MATERIAL PROVIDED:
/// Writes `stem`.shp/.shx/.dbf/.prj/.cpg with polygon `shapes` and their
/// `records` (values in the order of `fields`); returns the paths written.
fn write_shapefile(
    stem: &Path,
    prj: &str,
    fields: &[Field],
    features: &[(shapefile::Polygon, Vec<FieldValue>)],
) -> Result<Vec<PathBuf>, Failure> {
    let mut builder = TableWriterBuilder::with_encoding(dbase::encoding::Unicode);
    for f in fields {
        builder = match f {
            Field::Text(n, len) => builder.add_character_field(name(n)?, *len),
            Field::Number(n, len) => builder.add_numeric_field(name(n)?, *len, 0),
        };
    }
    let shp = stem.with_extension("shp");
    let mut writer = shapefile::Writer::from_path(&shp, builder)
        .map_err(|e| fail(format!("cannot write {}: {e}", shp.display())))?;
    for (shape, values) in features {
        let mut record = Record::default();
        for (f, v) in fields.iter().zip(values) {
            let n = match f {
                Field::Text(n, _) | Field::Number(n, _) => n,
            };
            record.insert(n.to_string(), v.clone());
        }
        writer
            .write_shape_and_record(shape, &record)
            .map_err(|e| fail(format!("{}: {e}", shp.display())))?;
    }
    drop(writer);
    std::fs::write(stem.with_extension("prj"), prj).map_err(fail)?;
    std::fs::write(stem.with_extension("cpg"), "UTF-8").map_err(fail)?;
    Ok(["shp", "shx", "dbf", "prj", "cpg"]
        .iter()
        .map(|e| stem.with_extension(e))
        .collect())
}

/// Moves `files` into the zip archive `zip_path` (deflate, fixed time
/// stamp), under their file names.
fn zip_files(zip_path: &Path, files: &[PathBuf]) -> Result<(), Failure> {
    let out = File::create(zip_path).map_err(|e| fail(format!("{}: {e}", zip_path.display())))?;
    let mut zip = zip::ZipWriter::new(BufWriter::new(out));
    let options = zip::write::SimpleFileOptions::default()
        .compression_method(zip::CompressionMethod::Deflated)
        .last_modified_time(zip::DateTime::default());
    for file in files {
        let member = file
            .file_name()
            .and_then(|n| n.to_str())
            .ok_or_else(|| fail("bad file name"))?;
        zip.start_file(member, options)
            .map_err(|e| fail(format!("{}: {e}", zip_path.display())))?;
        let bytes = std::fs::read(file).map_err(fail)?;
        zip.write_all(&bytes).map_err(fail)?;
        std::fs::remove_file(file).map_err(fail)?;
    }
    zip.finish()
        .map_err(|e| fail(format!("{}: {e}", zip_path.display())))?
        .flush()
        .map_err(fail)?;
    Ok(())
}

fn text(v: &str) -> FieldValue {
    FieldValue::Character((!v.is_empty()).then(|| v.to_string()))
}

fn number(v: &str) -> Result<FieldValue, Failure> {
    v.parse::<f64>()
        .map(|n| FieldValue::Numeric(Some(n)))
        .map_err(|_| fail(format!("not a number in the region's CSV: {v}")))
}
--
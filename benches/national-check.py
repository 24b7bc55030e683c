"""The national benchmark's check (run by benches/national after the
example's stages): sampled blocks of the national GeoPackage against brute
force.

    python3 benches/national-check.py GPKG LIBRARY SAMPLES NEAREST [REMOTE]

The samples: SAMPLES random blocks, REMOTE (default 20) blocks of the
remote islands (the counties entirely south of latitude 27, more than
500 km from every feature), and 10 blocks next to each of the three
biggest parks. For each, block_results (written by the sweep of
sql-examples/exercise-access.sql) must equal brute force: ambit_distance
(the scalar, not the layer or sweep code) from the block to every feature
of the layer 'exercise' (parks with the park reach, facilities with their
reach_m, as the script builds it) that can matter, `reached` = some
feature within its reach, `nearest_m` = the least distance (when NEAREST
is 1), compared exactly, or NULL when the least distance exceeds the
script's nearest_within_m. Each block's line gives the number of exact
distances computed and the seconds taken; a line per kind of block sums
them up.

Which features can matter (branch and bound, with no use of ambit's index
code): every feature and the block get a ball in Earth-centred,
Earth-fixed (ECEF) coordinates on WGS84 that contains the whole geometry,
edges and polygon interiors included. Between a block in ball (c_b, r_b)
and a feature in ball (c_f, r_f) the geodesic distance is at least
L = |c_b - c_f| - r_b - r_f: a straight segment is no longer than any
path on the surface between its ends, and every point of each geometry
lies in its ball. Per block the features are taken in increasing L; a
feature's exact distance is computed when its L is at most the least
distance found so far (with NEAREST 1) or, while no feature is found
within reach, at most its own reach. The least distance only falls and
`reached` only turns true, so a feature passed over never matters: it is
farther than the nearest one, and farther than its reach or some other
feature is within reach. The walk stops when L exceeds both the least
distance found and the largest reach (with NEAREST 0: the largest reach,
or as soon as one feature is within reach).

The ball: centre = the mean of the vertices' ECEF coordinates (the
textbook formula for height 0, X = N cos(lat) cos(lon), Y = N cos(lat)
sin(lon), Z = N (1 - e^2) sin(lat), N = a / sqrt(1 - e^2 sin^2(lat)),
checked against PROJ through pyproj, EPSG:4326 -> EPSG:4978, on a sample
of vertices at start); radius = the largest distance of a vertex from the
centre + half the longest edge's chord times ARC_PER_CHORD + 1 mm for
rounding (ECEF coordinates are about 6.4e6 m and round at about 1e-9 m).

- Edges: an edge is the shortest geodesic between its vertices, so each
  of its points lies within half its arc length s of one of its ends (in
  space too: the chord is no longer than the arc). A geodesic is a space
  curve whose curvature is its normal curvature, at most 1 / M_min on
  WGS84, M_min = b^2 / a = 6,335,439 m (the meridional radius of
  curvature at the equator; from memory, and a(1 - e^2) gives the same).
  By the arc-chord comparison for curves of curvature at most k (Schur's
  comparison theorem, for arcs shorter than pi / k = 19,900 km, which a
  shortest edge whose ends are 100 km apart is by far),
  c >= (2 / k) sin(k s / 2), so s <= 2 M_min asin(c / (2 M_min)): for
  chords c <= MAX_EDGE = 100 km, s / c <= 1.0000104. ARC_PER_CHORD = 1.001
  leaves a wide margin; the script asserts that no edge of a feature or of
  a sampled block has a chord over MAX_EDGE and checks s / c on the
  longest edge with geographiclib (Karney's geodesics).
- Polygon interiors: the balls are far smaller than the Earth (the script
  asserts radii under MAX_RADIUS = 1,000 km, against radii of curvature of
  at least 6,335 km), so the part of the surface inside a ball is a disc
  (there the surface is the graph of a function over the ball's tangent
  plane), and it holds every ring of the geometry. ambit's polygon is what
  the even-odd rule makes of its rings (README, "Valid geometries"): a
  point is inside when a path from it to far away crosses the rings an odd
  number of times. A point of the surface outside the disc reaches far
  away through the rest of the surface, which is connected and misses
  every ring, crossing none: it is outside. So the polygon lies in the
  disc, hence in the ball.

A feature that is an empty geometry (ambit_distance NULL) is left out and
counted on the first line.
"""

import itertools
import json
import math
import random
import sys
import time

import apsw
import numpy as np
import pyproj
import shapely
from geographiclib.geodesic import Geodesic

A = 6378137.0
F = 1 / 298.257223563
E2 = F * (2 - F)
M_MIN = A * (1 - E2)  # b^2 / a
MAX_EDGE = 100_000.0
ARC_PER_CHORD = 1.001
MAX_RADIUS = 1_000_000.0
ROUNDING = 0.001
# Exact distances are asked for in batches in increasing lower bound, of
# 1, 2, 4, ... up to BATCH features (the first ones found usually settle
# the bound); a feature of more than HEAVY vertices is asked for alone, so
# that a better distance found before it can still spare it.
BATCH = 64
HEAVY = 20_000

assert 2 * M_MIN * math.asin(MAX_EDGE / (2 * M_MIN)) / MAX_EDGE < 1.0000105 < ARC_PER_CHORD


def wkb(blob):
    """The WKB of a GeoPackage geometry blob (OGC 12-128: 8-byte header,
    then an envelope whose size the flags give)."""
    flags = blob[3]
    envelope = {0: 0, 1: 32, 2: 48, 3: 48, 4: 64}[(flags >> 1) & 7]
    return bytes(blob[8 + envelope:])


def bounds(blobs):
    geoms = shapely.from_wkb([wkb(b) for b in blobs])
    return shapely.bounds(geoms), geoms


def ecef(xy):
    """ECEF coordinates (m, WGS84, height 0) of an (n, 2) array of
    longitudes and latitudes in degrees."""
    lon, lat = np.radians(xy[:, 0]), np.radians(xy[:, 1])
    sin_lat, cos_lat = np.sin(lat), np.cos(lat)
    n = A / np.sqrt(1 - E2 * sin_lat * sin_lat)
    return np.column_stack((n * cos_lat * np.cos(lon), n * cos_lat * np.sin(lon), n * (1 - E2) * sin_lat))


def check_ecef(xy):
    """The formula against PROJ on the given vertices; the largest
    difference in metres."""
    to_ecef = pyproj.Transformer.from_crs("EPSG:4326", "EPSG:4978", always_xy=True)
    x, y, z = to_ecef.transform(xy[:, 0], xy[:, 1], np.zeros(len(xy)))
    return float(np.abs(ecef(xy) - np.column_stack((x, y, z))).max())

EXERCISE DESCRIPTION: Please give back, exactly as it stands above, the stretch from the line with "space too: the" through the line with "(there the surface", and no line outside it.

RESPONSE TO THIS TASK:
  space too: the chord is no longer than the arc). A geodesic is a space
  curve whose curvature is its normal curvature, at most 1 / M_min on
  WGS84, M_min = b^2 / a = 6,335,439 m (the meridional radius of
  curvature at the equator; from memory, and a(1 - e^2) gives the same).
  By the arc-chord comparison for curves of curvature at most k (Schur's
  comparison theorem, for arcs shorter than pi / k = 19,900 km, which a
  shortest edge whose ends are 100 km apart is by far),
  c >= (2 / k) sin(k s / 2), so s <= 2 M_min asin(c / (2 M_min)): for
  chords c <= MAX_EDGE = 100 km, s / c <= 1.0000104. ARC_PER_CHORD = 1.001
  leaves a wide margin; the script asserts that no edge of a feature or of
  a sampled block has a chord over MAX_EDGE and checks s / c on the
  longest edge with geographiclib (Karney's geodesics).
- Polygon interiors: the balls are far smaller than the Earth (the script
  asserts radii under MAX_RADIUS = 1,000 km, against radii of curvature of
  at least 6,335 km), so the part of the surface inside a ball is a disc
  (there the surface is the graph of a function over the ball's tangent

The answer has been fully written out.